*WORK TO COMPLETE*: Nothing but the lines from the start of the entries through the line containing "steps they commit." should appear in the answer, each given exactly.

(Stored items)

/**
 * Recommendation of a horizon study: the shortest horizon whose closed-loop
 * net cost (stored energy valued, DESIGN section 3.1) is within the target
 * (default 0.5 %) of the battery's value on the reference path, and whose
 * open-loop plans never let the leaving arc reach into the steps they commit.
 * Among runs of that horizon, the smaller net cost wins. When no run meets the
 * target, the box says so plainly and names the run with the smallest gap.
 */
import { money } from '../value/net-figures';

export const DEFAULT_GAP_TARGET_PCT = 0.5;

export interface RunFigures {
  readonly horizonHours: number;
  readonly terminal: string;
  readonly gapPct: number;
  /** Run net cost − reference net cost, currency. */
  readonly gapValue: number;
  /** 100·gapValue / |reference battery value|. */
  readonly valueGapPct: number;
  readonly leavingIntoCommitted: number;
  readonly solves: number;
}

export interface Recommendation {
  readonly horizonHours: number | null;
  readonly terminal: string | null;
  readonly reason: string;
  /** Whether the recommended run met the target (false: the best there is, with the reason why not). */
  readonly metTarget: boolean;
}

const pct = (v: number) => `${v.toFixed(3)} %`;

function gapWords(run: RunFigures, currency?: string): string {
  return `gap ${money(run.gapValue, currency)}, ${pct(run.valueGapPct)} of the battery's value`;
}

export function recommendHorizon(
  runs: readonly RunFigures[],
  targetPct = DEFAULT_GAP_TARGET_PCT,
  currency?: string,
): Recommendation {
  const usable = runs.filter((r) => Number.isFinite(r.valueGapPct) && Number.isFinite(r.gapValue));
  if (usable.length === 0)
    return { horizonHours: null, terminal: null, reason: 'no run finished, so there is nothing to recommend', metTarget: false };
  const byHorizonThenGap = [...usable].sort((a, b) => a.horizonHours - b.horizonHours || a.gapValue - b.gapValue);
  const good = byHorizonThenGap.find((r) => r.valueGapPct <= targetPct && r.leavingIntoCommitted === 0);
  if (good) {
    return {
      horizonHours: good.horizonHours,
      terminal: good.terminal,
      reason: `the shortest horizon whose closed-loop net cost is within ${pct(targetPct)} of the battery's value on the reference path (${gapWords(good, currency)}) and whose plans never let the leaving arc reach the committed steps`,
      metTarget: true,
    };
  }
  const best = [...usable].sort((a, b) => a.gapValue - b.gapValue || a.horizonHours - b.horizonHours)[0]!;
  const leaving =
    best.leavingIntoCommitted > 0
      ? `; in ${best.leavingIntoCommitted} of ${best.solves} plans the leaving arc reached the committed steps`
      : '';
  return {
    horizonHours: best.horizonHours,
    terminal: best.terminal,
    reason: `no run met the target of ${pct(targetPct)} of the battery's value with leaving arcs clear of the committed steps; this run has the smallest gap (${gapWords(best, currency)})${leaving}: consider longer horizons`,
    metTarget: false,
  };
}
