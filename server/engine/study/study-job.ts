/**
 * One run of a horizon study (a horizon and a terminal rule) and the context all
 * runs share, as plain data that can cross to a worker thread.
 */
import type { AlignedInputs } from '../inputs/align-inputs';
import type { SteadyCycle } from '../steady/solve-steady-cycle';
import type { TerminalChoice } from '../terminal/terminal-choice';
import { cyclingCheck, type CyclingCheck } from '../plan/cycling-check';
import { runClosedLoop, type ClosedLoopRun } from './run-closed-loop';

export interface StudyJobContext {
  readonly inputs: AlignedInputs;
  readonly from: number;
  readonly to: number;
  readonly replanSteps: number;
  readonly initialEnergyKwh: number;
  readonly steady?: SteadyCycle;
  /** Reference SoC at the end of each step of [from, to), for the plans' figures (none: no figures). */
  readonly referenceSoc?: readonly number[];
  readonly bandFraction: number;
  readonly method: 'auto' | 'lp' | 'dp';
}

export interface StudyJob {
  readonly horizonHours: number;
  readonly horizonSteps: number;
  readonly terminal: TerminalChoice;
  /** Only a stretch of the period, from a given energy (speculative parallel closed loop). */
  readonly chunk?: { readonly from: number; readonly stopAt: number; readonly initialEnergyKwh: number };
}

/** A run without its series (they stay in the thread that computed them), with what the study needs of them. */
export type StudyJobResult = Omit<
  ClosedLoopRun,
  'chargeKw' | 'dischargeKw' | 'gridImportKw' | 'gridExportKw' | 'socKwh' | 'plans'
> & {
  /** Energy at the end of the period, kWh (NaN when the run failed). */
  readonly endEnergyKwh: number;
  /** Equivalent full cycles per local day against the battery's rating (null when the run failed). */
  readonly cycling: CyclingCheck | null;
};

/** The closed-loop run of a job, series included. */
export function runJob(context: StudyJobContext, job: StudyJob): ClosedLoopRun {
  const from = job.chunk?.from ?? context.from;
  return runClosedLoop(context.inputs, {
    from,
    to: context.to,
    horizonSteps: job.horizonSteps,
    replanSteps: context.replanSteps,
    terminal: job.terminal,
    initialEnergyKwh: job.chunk?.initialEnergyKwh ?? context.initialEnergyKwh,
    ...(context.referenceSoc
      ? { referenceSoc: from === context.from ? context.referenceSoc : context.referenceSoc.slice(from - context.from) }
      : {}),
    bandFraction: context.bandFraction,
    method: context.method,
    ...(job.chunk ? { stopAt: job.chunk.stopAt } : {}),
    ...(context.steady ? { steady: context.steady } : {}),
  });
}

/** The figures of a run over the whole period of `context`, without its series. */
export function withoutSeries(context: StudyJobContext, run: ClosedLoopRun): StudyJobResult {
  const { chargeKw: _c, dischargeKw, gridImportKw: _m, gridExportKw: _x, socKwh, plans: _p, ...figures } = run;
  const optimal = run.status === 'optimal';
  return {
    ...figures,
    endEnergyKwh: optimal ? socKwh[socKwh.length - 1]! : NaN,
    cycling: optimal ? cyclingCheck(context.inputs, context.from, dischargeKw) : null,
  };
}

export function runStudyJob(context: StudyJobContext, job: StudyJob): StudyJobResult {
  return withoutSeries(context, runJob(context, job));
}
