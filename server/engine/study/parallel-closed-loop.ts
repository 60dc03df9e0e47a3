/**
 * One closed-loop run on several cores. The run is sequential by nature (each
 * window starts from the state the previous one left), so the later stretches
 * start speculatively: stretch k begins `overlap` steps before its boundary from
 * a guessed energy. By the turnpike property, receding-horizon trajectories from
 * different states meet (typically when the battery reaches a bound of its
 * window); from a step where the speculative state equals the exact one, the rest
 * of that stretch is the same run, because each window's schedule depends only
 * on the state (and ties are broken by the documented rule). If they never meet
 * inside the overlap, the stretch is recomputed from the exact state, so the
 * result never rests on the guess. Only runs whose whole state is the SoC qualify
 * (no demand charge, no throughput cap, no ramp rate or switching cost) and that
 * earn nothing beside the schedule (no reserves).
 */
import type { ScheduleSeries, ScheduleSeriesBuilder } from '../types';
import type { AlignedInputs } from '../inputs/align-inputs';
import { usableEnergyKwh } from '../inputs/problem-for';
import { scheduleCost } from '../dispatch/schedule-cost';
import type { ClosedLoopRun, PlanLog } from './run-closed-loop';
import { runJob, type StudyJob, type StudyJobContext } from './study-job';
import { runJobsOnWorkers } from './worker-pool';
import { stateIsSoc } from '../limits/closed-loop-limits';

/** States closer than this (kWh per kWh of nameplate energy) count as met. */
const MEET_TOLERANCE = 1e-9;

export function canRunInParallel(inputs: AlignedInputs, steps: number, overlap: number): boolean {
  return (
    inputs.site.demandChargePerKw === null &&
    inputs.battery.maxCyclesPerDay === null &&
    stateIsSoc(inputs) &&
    steps >= 4 * overlap
  );
}

interface Stitched extends ScheduleSeriesBuilder {
  plans: PlanLog;
}

type SeriesOf = ScheduleSeries & { readonly plans: PlanLog };

/** A copy of steps [runFrom, at) of `run` (which starts at grid step `runFrom`). */
function cut(run: SeriesOf, runFrom: number, at: number): Stitched {
  const n = at - runFrom;
  const keep = run.plans.start.findIndex((s) => s >= at);
  const k = keep < 0 ? run.plans.start.length : keep;
  return {
    chargeKw: run.chargeKw.slice(0, n),
    dischargeKw: run.dischargeKw.slice(0, n),
    gridImportKw: run.gridImportKw.slice(0, n),
    gridExportKw: run.gridExportKw.slice(0, n),
    socKwh: run.socKwh.slice(0, n + 1),
    plans: {
      start: run.plans.start.slice(0, k),
      share: run.plans.share.slice(0, k),
      leaving: run.plans.leaving.slice(0, k),
      intoCommitted: run.plans.intoCommitted.slice(0, k),
    },
  };
}

/** Appends steps from grid step `at` of `run` (which starts at `runFrom`). */
function append(into: Stitched, run: ClosedLoopRun, runFrom: number, at: number): void {
  const k = at - runFrom;
  into.chargeKw.push(...run.chargeKw.slice(k));
  into.dischargeKw.push(...run.dischargeKw.slice(k));
  into.gridImportKw.push(...run.gridImportKw.slice(k));
  into.gridExportKw.push(...run.gridExportKw.slice(k));
  into.socKwh.push(...run.socKwh.slice(k + 1));
  const plans = run.plans ?? { start: [], share: [], leaving: [], intoCommitted: [] };
  plans.start.forEach((s, i) => {
    if (s < at) return;
    into.plans.start.push(s);
    into.plans.share.push(plans.share[i]!);
    into.plans.leaving.push(plans.leaving[i]!);
    into.plans.intoCommitted.push(plans.intoCommitted[i]!);
  });
}

export interface ParallelReport {
  readonly stretches: number;
  /** Per speculative stretch: the grid step where it met the exact run, or null (recomputed). */
  readonly metAt: readonly (number | null)[];
  /** Windows solved beyond those of the run itself (overlaps and recomputed stretches). */
  readonly extraSolves: number;
}

/**
 * The closed-loop run of `job` over the context's period, on `workers` threads
 * (the calling thread computes the first stretch). Same result as runClosedLoop.
 */
export async function runClosedLoopParallel(
  context: StudyJobContext,
  job: StudyJob,
  workers: number,
): Promise<ClosedLoopRun & { parallel?: ParallelReport }> {
  const started = performance.now();
  const { inputs, from, to, replanSteps: r } = context;
  const grid = (steps: number) => Math.ceil(steps / r) * r;
  const overlap = grid(Math.max(2 * job.horizonSteps, (48 * 60) / inputs.stepMinutes));
  const stretches = Math.min(workers, Math.floor((to - from) / (2 * overlap)));
  if (stretches < 2 || !canRunInParallel(inputs, to - from, overlap)) return runJob(context, job);
  const bounds = Array.from({ length: stretches + 1 }, (_, k) =>
    k === stretches ? to : from + grid(Math.floor(((to - from) * k) / stretches)),
  );
  const speculative: StudyJob[] = bounds.slice(1, -1).map((b, i) => ({
    ...job,
    chunk: { from: b - overlap, stopAt: bounds[i + 2]!, initialEnergyKwh: context.initialEnergyKwh },
  }));
  const pending = runJobsOnWorkers<ClosedLoopRun>(context, speculative, stretches - 1);
  const first = runJob(context, { ...job, chunk: { from, stopAt: bounds[1]!, initialEnergyKwh: context.initialEnergyKwh } });
  const later = await pending;
  if (first.status !== 'optimal') return first;
  let exact = cut({ ...first, plans: first.plans ?? { start: [], share: [], leaving: [], intoCommitted: [] } }, from, bounds[1]!);
  const metAt: (number | null)[] = [];
  let solved = first.solves + later.reduce((n, run) => n + run.solves, 0);
  const tolerance = MEET_TOLERANCE * inputs.battery.energyKwh;
  for (let k = 1; k < stretches; k++) {
    const candidate = later[k - 1]!;
    const start = bounds[k]! - overlap;
    let met: number | null = null;
    for (let t = start; t <= bounds[k]! && candidate.status === 'optimal'; t += r) {
      if (Math.abs(exact.socKwh[t - from]! - candidate.socKwh[t - start]!) <= tolerance) {
        met = t;
        break;
      }
    }
    metAt.push(met);
    if (met !== null) {
      exact = cut(exact, from, met);
      append(exact, candidate, start, met);
    } else {
      const redo = runJob(context, {
        ...job,
        chunk: { from: bounds[k]!, stopAt: bounds[k + 1]!, initialEnergyKwh: exact.socKwh[bounds[k]! - from]! },
      });
      if (redo.status !== 'optimal') return redo;
      solved += redo.solves;
      append(exact, redo, bounds[k]!, bounds[k]!);
    }
  }
  const windows = Math.ceil((to - from) / r);
  return finish(context, exact, first.method, (performance.now() - started) / 1000, {
    stretches,
    metAt,
    extraSolves: solved - windows,
  });
}

function finish(
  context: StudyJobContext,
  run: Stitched,
  method: ClosedLoopRun['method'],
  seconds: number,
  parallel: ParallelReport,
): ClosedLoopRun & { parallel: ParallelReport } {
  const { inputs, from, to } = context;
  const cost = scheduleCost(
    {
      stepHours: inputs.stepHours,
      priceImport: inputs.priceImport.slice(from, to),
      priceExport: inputs.priceExport.slice(from, to),
      degradationCostPerMwh: inputs.battery.degradationCostPerMwh,
      demandChargePerKw: inputs.site.demandChargePerKw,
    },
    run,
  );
  const solves = Math.ceil((to - from) / context.replanSteps);
  const sum = (xs: number[]) => xs.reduce((a, b) => a + b, 0);
  const figures = run.plans.start.length > 0;
  return {
    status: 'optimal',
    cost,
    equivalentCycles: (sum(run.dischargeKw) * inputs.stepHours) / usableEnergyKwh(inputs.battery),
    solves,
    seconds,
    ...run,
    nearSteadyShare: figures ? sum(run.plans.share) / solves : NaN,
    meanLeavingArcSteps: figures ? sum(run.plans.leaving) / solves : NaN,
    leavingIntoCommitted: sum(run.plans.intoCommitted),
    method,
    parallel,
  };
}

*ANSWER BOX*:
/**
 * Recommendation of a horizon study: the shortest horizon whose closed-loop
 * net cost (stored energy valued, DESIGN section 3.1) is within the target
 * (default 0.5 %) of the battery's value on the reference path, and whose
 * open-loop plans never let the leaving arc reach into the steps they commit.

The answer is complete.